Research in our laboratory sought to reconcile the
classical model of phagocytosis with the paradigm of
ER-mediated entry. To this end, we compared the contribution of the ER and of endosomes to the formation
of nascent phagosomes by a variety of quantitative
methods, including biochemical, immunological,
fluorescence imaging, and electron microscopy techniques. Not one of these approaches supported the
fusion of the ER with plasma membrane during
phagocytosis or a contribution of the ER to phagosome maturation (43). Instead, the limiting
membrane of phagosomes was confirmed to derive
largely from the plasma membrane, becoming subsequently modified through a series of fusion reactions
with subcompartments of the endocytic pathway.
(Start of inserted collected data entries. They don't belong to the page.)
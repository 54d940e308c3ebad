// Benchmark: the command-line analyzer on a seeded synthetic log in the native format.
import { spawnSync } from 'node:child_process';
import { existsSync, mkdirSync, statSync } from 'node:fs';
import { dirname, join } from 'node:path';
import { fileURLToPath } from 'node:url';
import { writeSyntheticLog } from '../packages/seeing-stats/src/node/index.js'; // root scripts have no package of their own
import { median, runMeasured } from './childProcess.ts';

const root = join(dirname(fileURLToPath(import.meta.url)), '..');
const monitor = { apertureMm: 60, baselineMm: 200, wavelengthNm: 500, response: 'z-tilt' as const };
// An invented site; coordinates turn on the night filter so the sun computation is part of the work.
const site = { latitudeDeg: -27.42, longitudeDeg: -70.15, elevationM: 2650 };
const SEED = 20_250_301;

export async function run(options: { rows: number; runs?: number }): Promise<Record<string, number | string>> {
  const runs = options.runs ?? 5;
  const outDir = join(root, 'bench', 'out');
  mkdirSync(outDir, { recursive: true });
  const logPath = join(outDir, `native-${options.rows}-rows-seed-${SEED}-from-2018.csv`);
  if (!existsSync(logPath)) {
    const nights = Math.ceil(options.rows / 300) + 30; // about 300-600 rows a night at 60 s cadence, some nights lost
    const written = await writeSyntheticLog(logPath, { seed: SEED, site, startDate: '2018-01-01', nights, medianSeeingArcsec: 0.75, monitor, badRowEvery: 997, maxRows: options.rows });
    if (written.rows !== options.rows) throw new Error(`the synthetic log has ${written.rows} rows, wanted ${options.rows}`);
  }
  const analyzerArgs = [
    logPath,
    '--json',
    '--aperture-mm',
    String(monitor.apertureMm),
    '--baseline-mm',
    String(monitor.baselineMm),
    '--site-lat',
    String(site.latitudeDeg),
    '--site-lon',
    String(site.longitudeDeg),
  ];
  // The headline is the command users run: `npm run analyze` runs scripts/analyze.mjs, which imports the esbuild
  // bundle of the analyzer (building it first when missing or stale; one untimed run makes sure it is current).
  // Beside it, the same code through tsx (compiled on the fly at each start), and the whole `npm run` once more
  // with npm's own start-up, wall time only.
  const script = join(root, 'scripts', 'analyze.mjs');
  const warmUp = await runMeasured([script, ...analyzerArgs], root);
  if (warmUp.exitCode !== 0) throw new Error(`scripts/analyze.mjs exited with ${String(warmUp.exitCode)}: ${warmUp.stderr.slice(0, 500)}`);
  const bundled = await measure([script, ...analyzerArgs], runs);
  const viaTsx = await measure(['--import', 'tsx', join(root, 'apps', 'analyzer', 'src', 'main.ts'), ...analyzerArgs], runs);
  if (bundled.medianSeeingArcsec !== viaTsx.medianSeeingArcsec) throw new Error('the bundled analyzer disagrees with the tsx one');
  const npmWallMs: number[] = [];
  for (let attempt = 0; attempt < Math.min(runs, 3); attempt += 1) {
    const startedMs = performance.now();
    const result = spawnSync('npm', ['run', '--silent', 'analyze', '--', ...analyzerArgs], { cwd: root, stdio: ['ignore', 'ignore', 'pipe'] });
    if (result.status !== 0) throw new Error(`npm run analyze exited with ${String(result.status)}: ${result.stderr.toString('utf8').slice(0, 500)}`);
    npmWallMs.push(performance.now() - startedMs);
  }
  return {
    rows: options.rows,
    fileMb: Number((statSync(logPath).size / 1e6).toFixed(1)),
    runs,
    medianWallMs: bundled.medianWallMs,
    minWallMs: bundled.minWallMs,
    maxWallMs: bundled.maxWallMs,
    peakRssMb: bundled.peakRssMb,
    npmRunMedianWallMs: Math.round(median(npmWallMs)),
    tsxMedianWallMs: viaTsx.medianWallMs,
    tsxPeakRssMb: viaTsx.peakRssMb,
    acceptedSamples: bundled.acceptedSamples,
    rejectedRows: bundled.rejectedRows,
    medianSeeingArcsec: bundled.medianSeeingArcsec,
    command:
      'node scripts/analyze.mjs <log> --json --aperture-mm 60 --baseline-mm 200 --site-lat -27.42 --site-lon -70.15 (what npm run analyze runs; npmRun adds npm itself; tsx: node --import tsx apps/analyzer/src/main.ts …)',
  };
}

async function measure(nodeArgs: string[], runs: number): Promise<{ medianWallMs: number; minWallMs: number; maxWallMs: number; peakRssMb: number; acceptedSamples: number; rejectedRows: number; medianSeeingArcsec: number }> {
  const wallMs: number[] = [];
  const peakRssMb: number[] = [];
  let accepted = 0;
  let rejected = 0;
  let medianSeeing = Number.NaN;
  for (let attempt = 0; attempt < runs; attempt += 1) {
    const result = await runMeasured(nodeArgs, root);
    if (result.exitCode !== 0) throw new Error(`the analyzer exited with ${String(result.exitCode)}: ${result.stderr.slice(0, 500)}`);
    const report = JSON.parse(result.stdout) as { samples: { accepted: number; rejected: number }; seeing: { median: number } };
    accepted = report.samples.accepted;
    rejected = report.samples.rejected;
    medianSeeing = report.seeing.median;
    wallMs.push(result.wallMs);
    peakRssMb.push(result.peakRssMb);
  }
  return {
    medianWallMs: Math.round(median(wallMs)),
    minWallMs: Math.round(Math.min(...wallMs)),
    maxWallMs: Math.round(Math.max(...wallMs)),
    peakRssMb: Math.round(Math.max(...peakRssMb)),
    acceptedSamples: accepted,
    rejectedRows: rejected,
    medianSeeingArcsec: Number(medianSeeing.toFixed(6)),
  };
}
In
view of the existing evidence, we conclude that the
contribution of the ER to the phagosomal membrane
is at best small and favor the canonical concept that
phagocytosis and maturation involve primarily the
plasma membrane and endocytic organelles.
Exocytosis and the Secretion
of Cytokines During
Phagosome Formation
Using the endocytic pathway, particularly the recycling endosomes, as a source of membrane for phagosome formation has an added bonus feature.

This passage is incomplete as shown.